Also in den Alternate AGBs heisst es:
Zitat
1.1.Der Kaufvertrag kommt zustande, wenn ALTERNATE Ihren Auftrag durch Lieferung der Ware, bzw. durch Zusendung einer Auftragsbestätigung in Textform annimmt.
Nach deiner Schilderung hast du eine solche Auftragsbestätigung ja zugesandt bekommen, damit dürfte der Kaufvertrag wirksam zustande gekommen sein. (Ausser vielleicht auf dieser "Bestätigung" steht, wie ich das z.B. von Amazon kenne, dass die Bestellung erst mit Auslieferung der Sache angenommen wird).
Damit wäre der Vertrag rein unter Verwendung von Fernkommunikationsmitteln abgeschlossen worden und damit ein Fall des §312b BGB.
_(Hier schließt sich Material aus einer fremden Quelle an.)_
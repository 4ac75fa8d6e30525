"""Numbers and words of a report: units by size, digits by the bar, quantities by names that a reader knows."""

from __future__ import annotations

import html
import json
import re
from pathlib import Path

import numpy as np
import pytest

from tests.gate_sweeps import PlateSweep, swept_problem
from wiresolve.gate_curve import gate_curve
from wiresolve.output import report, tables, writing
from wiresolve.output.measured import Measured
from wiresolve.output.report_blocks import materials, short

VALUE = {"quantity": "gap", "value": 1.0, "unit": "eV", "low": None, "high": None, "temperature_K": None}


def cells(page: str, caption: str) -> list[list[str]]:
    """The rows of a table as texts."""
    (body,) = re.findall(rf"<span>{re.escape(caption)}</span>.*?<tbody>(.*?)</tbody>", page, re.DOTALL)
    rows = re.findall(r"<tr>(.*?)</tr>", body)
    return [[html.unescape(text) for text in re.findall(r"<t[hd][^>]*>(.*?)</t[hd]>", row)] for row in rows]


@pytest.fixture(scope="module")
def folder(tmp_path_factory: pytest.TempPathFactory) -> Path:
    """A sweep with numbers of the whole of it, two dimensions and measured points most of which lie outside."""
    target = tmp_path_factory.mktemp("words") / "curve"
    volts = np.array([-1.0, -0.5, 0.05, 0.1, 7.0])
    points = Measured("gate_voltage_V", volts, np.ones(5), "wire 7")
    writing.write(gate_curve(swept_problem(5), solver=PlateSweep), target, figures=False, measured=points)
    file = target / "gate_curve.json"
    found = json.loads(file.read_text(encoding="utf-8"))
    found["measures"] = {
        "on_current_A": 2.5366e-5,
        "off_current_A": 7.052e-11,
        "geometric_F_per_m": 1.065e-9,
        "subthreshold_slope_mV_per_decade": 59.53,
        "step_1_moves_with_section.diameter_V_per_nm": -0.0311,
        "step_2_moves_with_section.diameter_V_per_nm": -0.0739,
        "step_1_moves_with_section.layers[1].thickness_V_per_nm": 0.00278,
    }
    file.write_text(json.dumps(found), encoding="utf-8")
    return target


def test_currents_have_the_prefix_of_their_size(folder: Path) -> None:
    page = report.html(folder)
    assert "<dd>25.37 µA<small>off 70.5 pA</small></dd>" in page
    rows = {row[0]: row[1:] for row in cells(page, "Numbers of the whole sweep")}
    assert rows["Current when on"] == ["25.37", "µA"]
    assert rows["Current when off"] == ["70.52", "pA"]
    assert rows["Geometric capacitance"] == ["1.065", "nF/m"]
    assert not any("_" in name for name in rows)


def test_all_motions_of_steps_are_told(folder: Path) -> None:
    rows = cells(report.html(folder), "How far steps move, in mV, for each nanometre by which a dimension grows")
    assert rows == [["diameter", "-31.1", "-73.9"], ["layers[1].thickness", "+2.78", ""]]


def test_measured_points_in_view_are_counted(folder: Path) -> None:
    assert "Circles: 2 of 5 measured points in view" in report.html(folder)


def test_what_a_publication_says_of_several_values_stands_below_it_once() -> None:
    sources = ["A. Author, J. 1, 2 (1999)", "A. Author, J. 1, 2 (1999); at 300 K", "B. Other, K. 3 (2001); a fit"]
    values = [{"name": "X", "provenance": "text", "source": source, **VALUE} for source in sources]
    page = materials(values)
    assert page.count("A. Author") == 1
    assert '<ol type="a"><li>the value as it stands there</li><li>at 300 K</li></ol>' in page
    assert "<li>B. Other, K. 3 (2001); a fit</li>" in page
    assert [row[-1] for row in cells(page, "X")] == ["[1a]", "[1b]", "[2]"]


@pytest.mark.parametrize(
    ("value", "bar", "shown"),
    [
        (32.3155604, 8e-8, "32.32 meV"),
        (0.0123456789, 1e-7, "0.01235 meV"),
        (1234.5678, 1e-4, "1234.57 meV"),
        (56.154, 0.3, "56.2 meV"),
        (56.154, 0.0, "56.15 meV"),
    ],
)
def test_a_tile_has_four_digits_and_the_bar_below(value: float, bar: float, shown: str) -> None:
    large, below = short(value, bar, "meV")
    assert large == shown
    assert below.startswith("± ") == (bar > 0)
    if bar > 0:
        assert float(below.removeprefix("± ").removesuffix(" meV, ")) >= bar


def test_bars_of_pictures_are_those_that_are_printed() -> None:
    assert tables.printed_bar("32.315560 ± 0.000001") == 1e-6
    assert tables.printed_bar("20") == 0
    for value, bar in ((32.3155604, 8e-8), (1.0, 0.004), (247.3, 31.0)):
        assert tables.printed_bar(tables.with_bar(value, bar)) >= bar


@pytest.mark.parametrize(
    ("share", "text"), [(0.9496, "94.9 %"), (0.95, "95.0 %"), (0.70789, "70.7 %"), (1.0, "100.0 %")]
)
def test_shares_are_cut_and_not_rounded(share: float, text: str) -> None:
    assert tables.percent(share) == text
Die spätere "persönliche" Durchführung kann dem meiner Meinung nach nicht entgegenstehen, denn ohne ein Widerrufsrecht nützt dir ja die theoretische spätere Prüfungsmöglichkeit auch nichts mehr, da du ja an deinen Vertrag gebunden wärst.
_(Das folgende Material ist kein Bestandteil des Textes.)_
"""The separate self-consistent solvers agree with stored digits, closed forms and laws; the baseline with its law."""

from __future__ import annotations

import importlib.util
from dataclasses import replace
from math import ceil, cosh, log, pi
from pathlib import Path
from types import ModuleType

import numpy as np
import pytest

from tests import independent_round as round_wire
from tests import independent_square as square_wire
from tests.independent_round import EPSILON0_PER_V_NM
from tests.truth.self_consistent_round import SPECTRAL, SWEEP, Point
from tests.truth.self_consistent_square import SOLVED

ROUND = {
    "InAs, 77 K": replace(round_wire.INAS, gate_potential_V=0.4),
    "silicon, 300 K": round_wire.SILICON,
    "GaAs with donors, 77 K": round_wire.GALLIUM_ARSENIDE,
}


@pytest.mark.parametrize("name", SPECTRAL)
def test_round_wire_has_the_digits_of_two_other_codes(name: str) -> None:
    wanted, solved = SPECTRAL[name], round_wire.solve(ROUND[name])
    assert [momentum for _, momentum, _ in solved.levels[:8]] == [momentum for _, momentum, _ in wanted["levels"]]
    assert [e for e, *_ in solved.levels[:8]] == pytest.approx([e for e, *_ in wanted["levels"]], rel=0, abs=1e-10)
    densities = [density * 1e9 for *_, density in solved.levels[:8]]
    assert densities == pytest.approx([density for *_, density in wanted["levels"]], rel=1e-8)
    assert solved.line_density_per_nm * 1e9 == pytest.approx(wanted["line_density_per_m"], rel=1e-10)
    assert -solved.centre_potential_V == pytest.approx(wanted["centre_edge_eV"], abs=1e-10)
    assert -solved.surface_potential_V == pytest.approx(wanted["surface_edge_eV"], abs=1e-10)


@pytest.mark.parametrize("point", SWEEP[2::5] + SWEEP[4::10], ids=lambda point: f"{point.temperature_K}-{point.index}")
def test_stored_sweep_does_not_depend_on_the_resolution(point: Point) -> None:
    voltage = float(round_wire.sweep_potentials_V(point.temperature_K)[point.index])
    wire = replace(round_wire.INAS, temperature_K=point.temperature_K, gate_potential_V=voltage, points=46, states=28)
    solved = round_wire.solve(wire)
    assert [e for e, *_ in solved.levels[:6]] == pytest.approx(point.levels_eV, rel=0, abs=2e-10)
    assert [momentum for _, momentum, _ in solved.levels[:6]] == list(point.momenta)
    assert solved.line_density_per_nm == pytest.approx(point.line_density_per_nm, rel=1e-9)
    assert solved.capacitance_per_V_nm == pytest.approx(point.capacitance_per_V_nm, rel=1e-9)


@pytest.mark.parametrize("temperature", [77.0, 4.2, 0.0])
def test_capacitance_and_levers_are_slopes(temperature: float) -> None:
    wire = replace(round_wire.INAS, temperature_K=temperature, gate_potential_V=0.55)
    step = 2e-4
    below, here, above = (round_wire.solve(replace(wire, gate_potential_V=0.55 + d)) for d in (-step, 0.0, step))
    slope = (above.line_density_per_nm - below.line_density_per_nm) / (2 * step)
    assert here.capacitance_per_V_nm == pytest.approx(slope, rel=1e-5)
    slopes = [(a[0] - b[0]) / (2 * step) for a, b in zip(above.levels[:5], below.levels[:5], strict=True)]
    assert here.level_slopes[:5] == pytest.approx(slopes, rel=1e-5)


def test_depleted_round_wire_meets_the_closed_form() -> None:
    """Uniform donors without electrons: e N R^2 / (4 eps) in the channel, e N pi R^2 / C in the insulator."""
    wire = replace(round_wire.SILICON, radius_nm=10.0, donors_per_nm3=0.01, gate_potential_V=-3.0)
    solved = round_wire.solve(wire)
    inside = 0.01 * 100 / (4 * 11.7 * EPSILON0_PER_V_NM)
    outside = 0.01 * 100 * log(1.1) / (2 * 3.9 * EPSILON0_PER_V_NM)
    assert solved.centre_potential_V - solved.surface_potential_V == pytest.approx(inside, rel=1e-10)
    assert solved.surface_potential_V + 3.0 == pytest.approx(outside, rel=1e-10)


@pytest.mark.parametrize("name", SOLVED)
def test_square_wire_on_a_coarse_grid_has_the_stored_digits(name: str) -> None:
    """With two permittivities the coarse grid's levels are off by 4e-9 to 9e-9 eV, as the finer ones show."""
    wanted, wire = SOLVED[name], square_wire.CASES[name]
    coarse = square_wire.Grid(layers=3, ratio=0.2, degree=9, fall=1.5, states={"B": 18, "E": 6}.get(name, 4))
    solved = square_wire.solve(wire, coarse, tolerance_V=1e-10)
    close = 1e-9 if wire.permittivity == wire.insulator_permittivity else 3e-8
    assert [e for e, *_ in solved.levels[: len(wanted.levels_eV)]] == pytest.approx(wanted.levels_eV, rel=0, abs=close)
    assert solved.line_density_per_nm == pytest.approx(wanted.line_density_per_nm, rel=10 * close)
    assert solved.centre_potential_V == pytest.approx(wanted.centre_potential_V, abs=close)
    assert solved.face_potential_V == pytest.approx(wanted.face_potential_V, abs=close)
    donors = wire.donors_per_nm3 * wire.side_nm**2
    assert solved.gate_charge_per_nm == pytest.approx(solved.line_density_per_nm - donors, abs=1e-9)


def test_depleted_square_wire_meets_its_series() -> None:
    """Uniform donors without electrons, equal permittivities: a sine series in x with its closed sum in y."""
    wire = replace(square_wire.CASES["D"], temperature_K=0.0, gate_potential_V=-3.0)
    solved = square_wire.solve(wire, square_wire.Grid(layers=4, degree=12, states=4))
    assert solved.line_density_per_nm == 0
    width, half = wire.side_nm + 2 * wire.insulator_nm, wire.side_nm / 2
    total = 0.0
    for n in range(1, 4001, 2):
        k = n * pi / width
        # component of a block |x| < half in cos(k x), then phi'' - k^2 phi = -rho within |y| < half
        part = 4 / (n * pi) * np.sin(k * half)
        edge = cosh_ratio(k * (width / 2 - half), k * width / 2)
        total += part * (1 - edge) / k**2
    scale = wire.donors_per_nm3 / (EPSILON0_PER_V_NM * wire.permittivity)
    assert solved.centre_potential_V + 3.0 == pytest.approx(scale * total, rel=1e-9)


def cosh_ratio(a: float, b: float) -> float:
    """cosh(a) / cosh(b) for 0 <= a <= b."""
    return cosh(a) / cosh(b) if b < 300 else float(np.exp(a - b))


def damped() -> ModuleType:
    script = Path(__file__).resolve().parents[1] / "scripts" / "_damped.py"
    specification = importlib.util.spec_from_file_location("_damped", script)
    assert specification is not None and specification.loader is not None
    module = importlib.util.module_from_spec(specification)
    specification.loader.exec_module(module)
    return module


@pytest.mark.parametrize("mixing", [0.5, 0.3, 0.1])
def test_damped_iteration_needs_as_many_passes_as_its_law_says(mixing: float) -> None:
    """With potential(density(phi)) = 1 - slope phi each step is 1 - mixing (1 + slope) of the one before."""
    slope = 0.8
    found = damped().damped_passes(lambda phi: slope * phi, lambda n: 1 - n, np.zeros(3), mixing)
    # the first step is 1; step number p is rate^(p - 1)
    assert found == 1 + ceil(log(1e-6) / log(1 - mixing * (1 + slope)))


def test_damped_iteration_that_does_not_arrive_says_so() -> None:
    module = damped()
    steep = (lambda phi: 9.0 * phi, lambda n: 1 - n, np.zeros(3))
    assert module.damped_passes(*steep, 0.5) is None
    assert module.damped_passes(*steep, 0.05, most=5) is None
    assert module.best_damped_passes(*steep) == (2, 0.1)  # 1 - 0.1 (1 + 9) = 0: there in one step
    assert module.best_damped_passes(lambda phi: 99.0 * phi, lambda n: 1 - n, np.zeros(3)) is None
Demnach stimme ich der Mehrheit hier zu, dir sollte ein Widerrufsrecht zustehen.
edit:
Ich würde es vor einem Gang zum Anwalt noch mit einer Mail an Alternate versuchen. Auch wenn ihre Begründung meiner Meinung nach nicht durchschlägt, klingt es doch zumindest so, als stünde da tatsächlich ein menschliches Wesen mit Hirn dahinter (ist ja leider nicht immer so
).
Argumente:
- Entscheidend sind die vertragsrelevanten Handlungen (Palandt § 312b Rn.8)
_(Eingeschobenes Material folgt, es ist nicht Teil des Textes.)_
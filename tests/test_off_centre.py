"""Bands that are lowest off k = 0, where axis-plane terms of the inverse mass jump: against a method of one's own.

The box in two halves of opposite shear along the cut keeps its parity under (x, y) -> (-x, -y) at every k: products of
polynomials, two pieces along x, give its bands parity by parity, in which they do not cross.
"""

from __future__ import annotations

from dataclasses import replace
from functools import cache

import numpy as np
import pytest
from numpy.polynomial import legendre
from scipy.linalg import eigh
from scipy.optimize import minimize_scalar, newton

from wiresolve.describe.material import Material
from wiresolve.describe.potential import Potential
from wiresolve.describe.problem import Accuracy, Carriers, Problem
from wiresolve.describe.section import Patch, Section
from wiresolve.describe.shapes import Polygon, Rectangle
from wiresolve.describe.valley import Valley
from wiresolve.fem import eigen
from wiresolve.physics.listing import Listing, listing
from wiresolve.physics.subbands import Certified, certify
from wiresolve.physics.wire import Wire
from wiresolve.solve import solve

HBAR2_OVER_2M0 = 0.0380998211096858
WIDTH, HEIGHT, INVERSE, SHEAR = 12.0, 11.0, 5.0, 4.4


def tensor(shear: tuple[float, float], inverse: float = INVERSE) -> tuple[tuple[float, ...], ...]:
    return (inverse, 0.0, shear[0]), (0.0, inverse, shear[1]), (*shear, inverse)


def halves(
    shear: tuple[float, float], second_eV: float | None = None, alpha: float = 0.0, height: float = HEIGHT
) -> tuple[Section, tuple[Material, ...]]:
    """A box whose right half has the opposite shear, and perhaps a second kind of valleys without any."""
    materials = []
    for name, sign in (("left", 1.0), ("right", -1.0)):
        own = tensor((sign * shear[0], sign * shear[1]))
        valleys = [Valley("sheared", 0.0, inverse_mass=own, nonparabolicity_per_eV=alpha)]
        if second_eV is not None:
            valleys.append(Valley("plain", second_eV, inverse_mass=tensor((0.0, 0.0))))
        materials.append(Material.given(name, valleys=tuple(valleys), conduction_edge_eV=0.0))
    patch = Patch(Rectangle(width_nm=WIDTH / 2, height_nm=height), "right", center_nm=(WIDTH / 4, 0.0))
    return Section(Rectangle(width_nm=WIDTH, height_nm=height), "left", patches=(patch,)), tuple(materials)


def problem(
    section: Section,
    materials: tuple[Material, ...],
    subbands: int,
    accuracy_eV: float,
    potential: Potential | None = None,
    model: str = "nonparabolic",
) -> Problem:
    carriers = Carriers(temperature_K=(20.0,), model=model)
    return Problem("off centre", section, carriers, Accuracy(subbands, accuracy_eV), materials, None, potential)
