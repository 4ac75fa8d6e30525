"""Masses that grow with energy: matching at any k, counting, residuals, bars, densities, limits of the model."""

from __future__ import annotations

from functools import lru_cache
from typing import Any

import numpy as np
import pytest
from scipy import integrate, optimize, special

from wiresolve.bands.nonparabolic import Relation
from wiresolve.describe.material import Material
from wiresolve.describe.potential import Potential
from wiresolve.describe.problem import Accuracy, Carriers, Problem
from wiresolve.describe.section import Layer, Section
from wiresolve.describe.shapes import Circle, Hexagon, Rectangle
from wiresolve.errors import InputError
from wiresolve.fem.meshing import Mesher, SizeField
from wiresolve.fem.space import Space
from wiresolve.physics import local_mass
from wiresolve.physics.pencil import build
from wiresolve.physics.semiclassical import phase_space
from wiresolve.physics.subbands import Certified, certify
from wiresolve.physics.wire import Wire
from wiresolve.result import Result
from wiresolve.solve import solve
from wiresolve.units import HBAR2_OVER_2M0, KB

WELL, BARRIER, STEP, RADIUS = (0.026, 1 / 0.417), (0.0795, 1 / 1.4236), 0.52, 8.0


def material(name: str, mass: float, alpha: float, edge: float = 0.0) -> Material:
    return Material.given(name, electron_mass=mass, nonparabolicity_per_eV=alpha, conduction_edge_eV=edge)


def problem(section: Section, materials: list[Material], count: int, accuracy: float, **more: Any) -> Problem:
    carriers = Carriers(temperature_K=(77.0,), model=more.pop("model", "nonparabolic"))
    return Problem("growing mass", section, carriers, Accuracy(count, accuracy), tuple(materials), **more)


ROUND = Section(shape=Circle(diameter_nm=2 * RADIUS), material="well", outside="barrier")
PAIR = [material("well", *WELL), material("barrier", *BARRIER, STEP)]


@lru_cache(maxsize=1)
def round_wire() -> Result:
    return solve(problem(ROUND, PAIR, 6, 1e-6))


def matched(order: int, k_per_nm: float, low: float, high: float) -> float:
    """The one root in (low, high) of the matching condition at an axial k: G. Bastard, Phys. Rev. B 24, 5693 (1981)."""

    def mismatch(energy: float) -> float:
        inside = WELL[0] * (1 + WELL[1] * energy)
        outside = BARRIER[0] * (1 + BARRIER[1] * (energy - STEP))
        q = np.sqrt(inside * energy / HBAR2_OVER_2M0 - k_per_nm**2)
        kappa = np.sqrt(outside * (STEP - energy) / HBAR2_OVER_2M0 + k_per_nm**2)
        left = q * special.jvp(order, q * RADIUS) / inside * special.kv(order, kappa * RADIUS)
        right = kappa * special.kvp(order, kappa * RADIUS) / outside * special.jv(order, q * RADIUS)
        return float(left - right)

    return float(optimize.brentq(mismatch, low, high, xtol=1e-14))


def test_bands_in_motion_are_those_of_the_matching_condition() -> None:
    """E(k) of the lowest two levels against the matching condition at the same k."""
    result = round_wire()
    k, bands = result.dispersion.k_per_nm, result.dispersion.energy_eV
    for j in (10, 25, 40):
        for row, order in ((0, 0), (1, 1)):
            near = float(bands[row, j])
            exact = matched(order, float(k[j]), near - 2e-3, near + 2e-3)
            assert abs(near - exact) <= 2e-6 + result.dispersion.error_bound_eV
    assert result.dispersion.error_bound_eV < 1e-5


def test_axial_mass_is_the_curvature_of_the_matching_condition() -> None:
    step = 0.02
    for index, order in ((0, 0), (1, 1)):
        energy = round_wire().subbands[index].energy_eV
        above = matched(order, step, energy - 1e-3, energy + 2e-2) - matched(order, 0.0, energy - 1e-3, energy + 1e-3)
        half = matched(order, step / 2, energy - 1e-3, energy + 2e-2) - matched(
            order, 0.0, energy - 1e-3, energy + 1e-3
        )
        curvature = (16 * half - above) / (3 * step**2)
        assert round_wire().subbands[index].axial_mass == pytest.approx(HBAR2_OVER_2M0 / curvature, rel=1e-5)


def certified(count: int = 6, accuracy: float = 1e-5, **more: Any) -> Certified:
    wire = Wire(problem(ROUND, PAIR, count, accuracy, **more))
    return certify(wire.draw, wire.channels, count, accuracy)


def test_states_are_solved_to_their_residual_and_counted() -> None:
    solved = certified().solved[0]
    family = solved.local_mass
    assert family is not None
    _, size = family.residuals(solved.energy_eV, solved.unknown_states)
    assert size.max() <= local_mass.RESIDUAL
    for i in range(5):
        if solved.energy_eV[i + 1] - solved.energy_eV[i] > 1e-3:
            assert solved.count_below(float(solved.energy_eV[i : i + 2].mean())) == i + 1


def test_bars_hold_against_the_matching_condition() -> None:
    truth = [
        0.070231555504965,
        0.15879479580921,
        0.15879479580921,
        0.25329054071043,
        0.25329054071043,
        0.28370299638673,
    ]
    for accuracy in (1e-3, 1e-4, 1e-5):
        found = certified(accuracy=accuracy)
        error = np.abs(found.energy_eV - truth)
        assert (error <= found.bar_eV + 1e-8).all()
        assert np.median(found.bar_eV / error) < 20


def test_one_relation_in_all_regions_and_the_general_way_agree() -> None:
    """A hexagon split in two regions of equal edge, alpha and mass is solved with one relation; a whisker of a
    difference in alpha sends the same wire the general way, and moves nothing."""
    shape, accuracy = Hexagon(across_flats_nm=10.0), 1e-6
    section = Section(shape=shape, material="a", layers=(Layer(5.0, "b"),))
    same = solve(problem(section, [material("a", 0.03, 2.0), material("b", 0.03, 2.0)], 6, accuracy))
    other = solve(problem(section, [material("a", 0.03, 2.0), material("b", 0.03, 2.0 + 1e-9)], 6, accuracy))
    np.testing.assert_allclose(same.energies_eV, other.energies_eV, atol=2 * accuracy)
    masses = [[s.axial_mass for s in r.subbands] for r in (same, other)]
    np.testing.assert_allclose(masses[0], masses[1], rtol=2e-4)


def test_with_a_potential_a_shift_of_all_energies_changes_nothing() -> None:
    """The mass follows E - V: a constant potential moves every level by itself; a mass that ignored it would not."""
    section = Section(shape=Rectangle(width_nm=14.0, height_nm=9.0), material="a")
    plain = solve(problem(section, [material("a", 0.03, 2.0)], 4, 1e-5))
    lifted = solve(
        problem(section, [material("a", 0.03, 2.0)], 4, 1e-5, potential=Potential(function=lambda x, y: 0.2 + 0 * x))
    )
    np.testing.assert_allclose(lifted.energies_eV - 0.2, plain.energies_eV, atol=2e-5)
    # One relation for all in the first, T(E) between nine energies in the second.
    np.testing.assert_allclose(
        [s.axial_mass for s in lifted.subbands], [s.axial_mass for s in plain.subbands], rtol=1e-4
    )


def test_line_density_and_conductance_follow_the_same_form() -> None:
    """Density against the integral of the Fermi function over E (1 + alpha E) = value + hbar^2 k^2 / 2m."""
    mass, alpha, temperature, fermi = 0.023, 2.5, 300.0, 0.25
    section = Section(shape=Circle(diameter_nm=16.0), material="a")
    result = solve(problem(section, [material("a", mass, alpha)], 3, 1e-6))
    levels = (HBAR2_OVER_2M0 / mass) * (np.array([special.jn_zeros(n, 1)[0] for n in (0, 1, 1)]) / 8.0) ** 2
    relation = Relation(0.0, alpha)
    for index, value in enumerate(levels):

        def filling(k: float, value: float = float(value)) -> float:
            energy = float(relation.energy(np.array(value + HBAR2_OVER_2M0 / mass * k**2)))
            return float(special.expit((fermi - energy) / (KB * temperature)))

        exact = 2 / np.pi * integrate.quad(filling, 0, 3.0, epsabs=1e-12, limit=200)[0]
        from wiresolve.physics.statistics import line_density_by_subband

        found = float(line_density_by_subband(result.spectrum, fermi, temperature)[index])
        assert found == pytest.approx(exact, rel=1e-6)


def test_parabolic_model_leaves_the_mass_alone() -> None:
    section = Section(shape=Circle(diameter_nm=20.0), material="a")
    growing = [material("a", 0.023, 2.5)]
    plain = solve(problem(section, growing, 1, 1e-6, model="parabolic"))
    exact = HBAR2_OVER_2M0 / 0.023 * (special.jn_zeros(0, 1)[0] / 10.0) ** 2
    assert plain.subbands[0].energy_eV == pytest.approx(exact, abs=1e-6)
    assert plain.subbands[0].axial_mass == pytest.approx(0.023, rel=1e-9)
    assert solve(problem(section, growing, 1, 1e-6)).subbands[0].energy_eV < exact - 0.005


def test_a_mass_below_zero_is_outside_the_model() -> None:
    """In a barrier so high that the energies lie below its valence edge the form has no meaning."""
    materials = [material("well", 0.026, 2.4), material("barrier", 0.08, 2.0, 3.0)]
    with pytest.raises(InputError, match="not positive"):
        solve(problem(Section(Circle(diameter_nm=10.0), "well", (Layer(2.0, "barrier"),)), materials, 2, 1e-4))


def test_an_unknown_model_is_refused() -> None:
    with pytest.raises(InputError, match="model"):
        Carriers(temperature_K=(300.0,), model="quadratic")


def test_the_operator_follows_every_energy_where_a_potential_varies() -> None:
    """T(E) as a sum of fixed matrices against the operator assembled at that energy, far up and close to its end."""
    section = Section(Circle(diameter_nm=16.0), "core", (Layer(3.0, "shell"),))
    materials = [material("core", 0.023, 2.0), material("shell", 0.08, 0.7, 0.6)]
    wire = Wire(problem(section, materials, 4, 1e-4, potential=Potential(field_V_per_nm=(0.01, 0.004))))
    with Mesher(wire.draw(0.0)) as mesher:
        mesh, _ = mesher.mesh(SizeField(3.0, turn_cells=10))
    operator, space = wire.operator(mesh), Space(mesh)
    cells = phase_space(space, operator)
    family = local_mass.family(space, operator, cells, 4)
    lowest = max(family.floor_eV, cells.bottom_eV + 0.2 * (cells.energy_of(1) - cells.bottom_eV))
    for energy in (lowest, 0.07, 0.4, 3.0):
        exact = build(space, operator.at(energy)).h0
        assert abs(family.at(energy) - exact).max() <= 1e-9 * abs(exact).max()


def test_a_hot_narrow_gap_wire_in_a_field_is_solved() -> None:
    """Heat reaches far above the listed states: the operator must be right there too."""
    section = Section(Circle(diameter_nm=60.0), "a")
    carriers = Carriers(temperature_K=(300.0,), fermi_level_eV=0.1)
    field = Potential(field_V_per_nm=(0.003, 0.0))
    few = solve(Problem("hot", section, carriers, Accuracy(2, 1e-4), (material("a", 0.0135, 4.1),), potential=field))
    assert few.accuracy_met
    assert few.dispersion.error_bound_eV < 1e-4
    assert few.line_density_per_nm is not None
Hier sind sowohl Angebot (deine Bestellung) als auch Annahme (deren Auftragsbestätigung) mittels Fernkommunikationmitteln erfolgt -> Fernabsatzvertrag nach § 312b
- Die von Alternate genannte Prüfungsmöglichkeit bei Abholung läuft ohne Widerrufsrecht leer, da zu dem Zeitpunkt ja bereits der Vertrag geschlossen war. Demnach ist eine Anwendung auch nach der Intention des Gesetzgebers sinnvoll, daran kann auch die von Alternate auf "manche Artikelgruppen" gewährte 5-tägige Kulanz nichts ändern.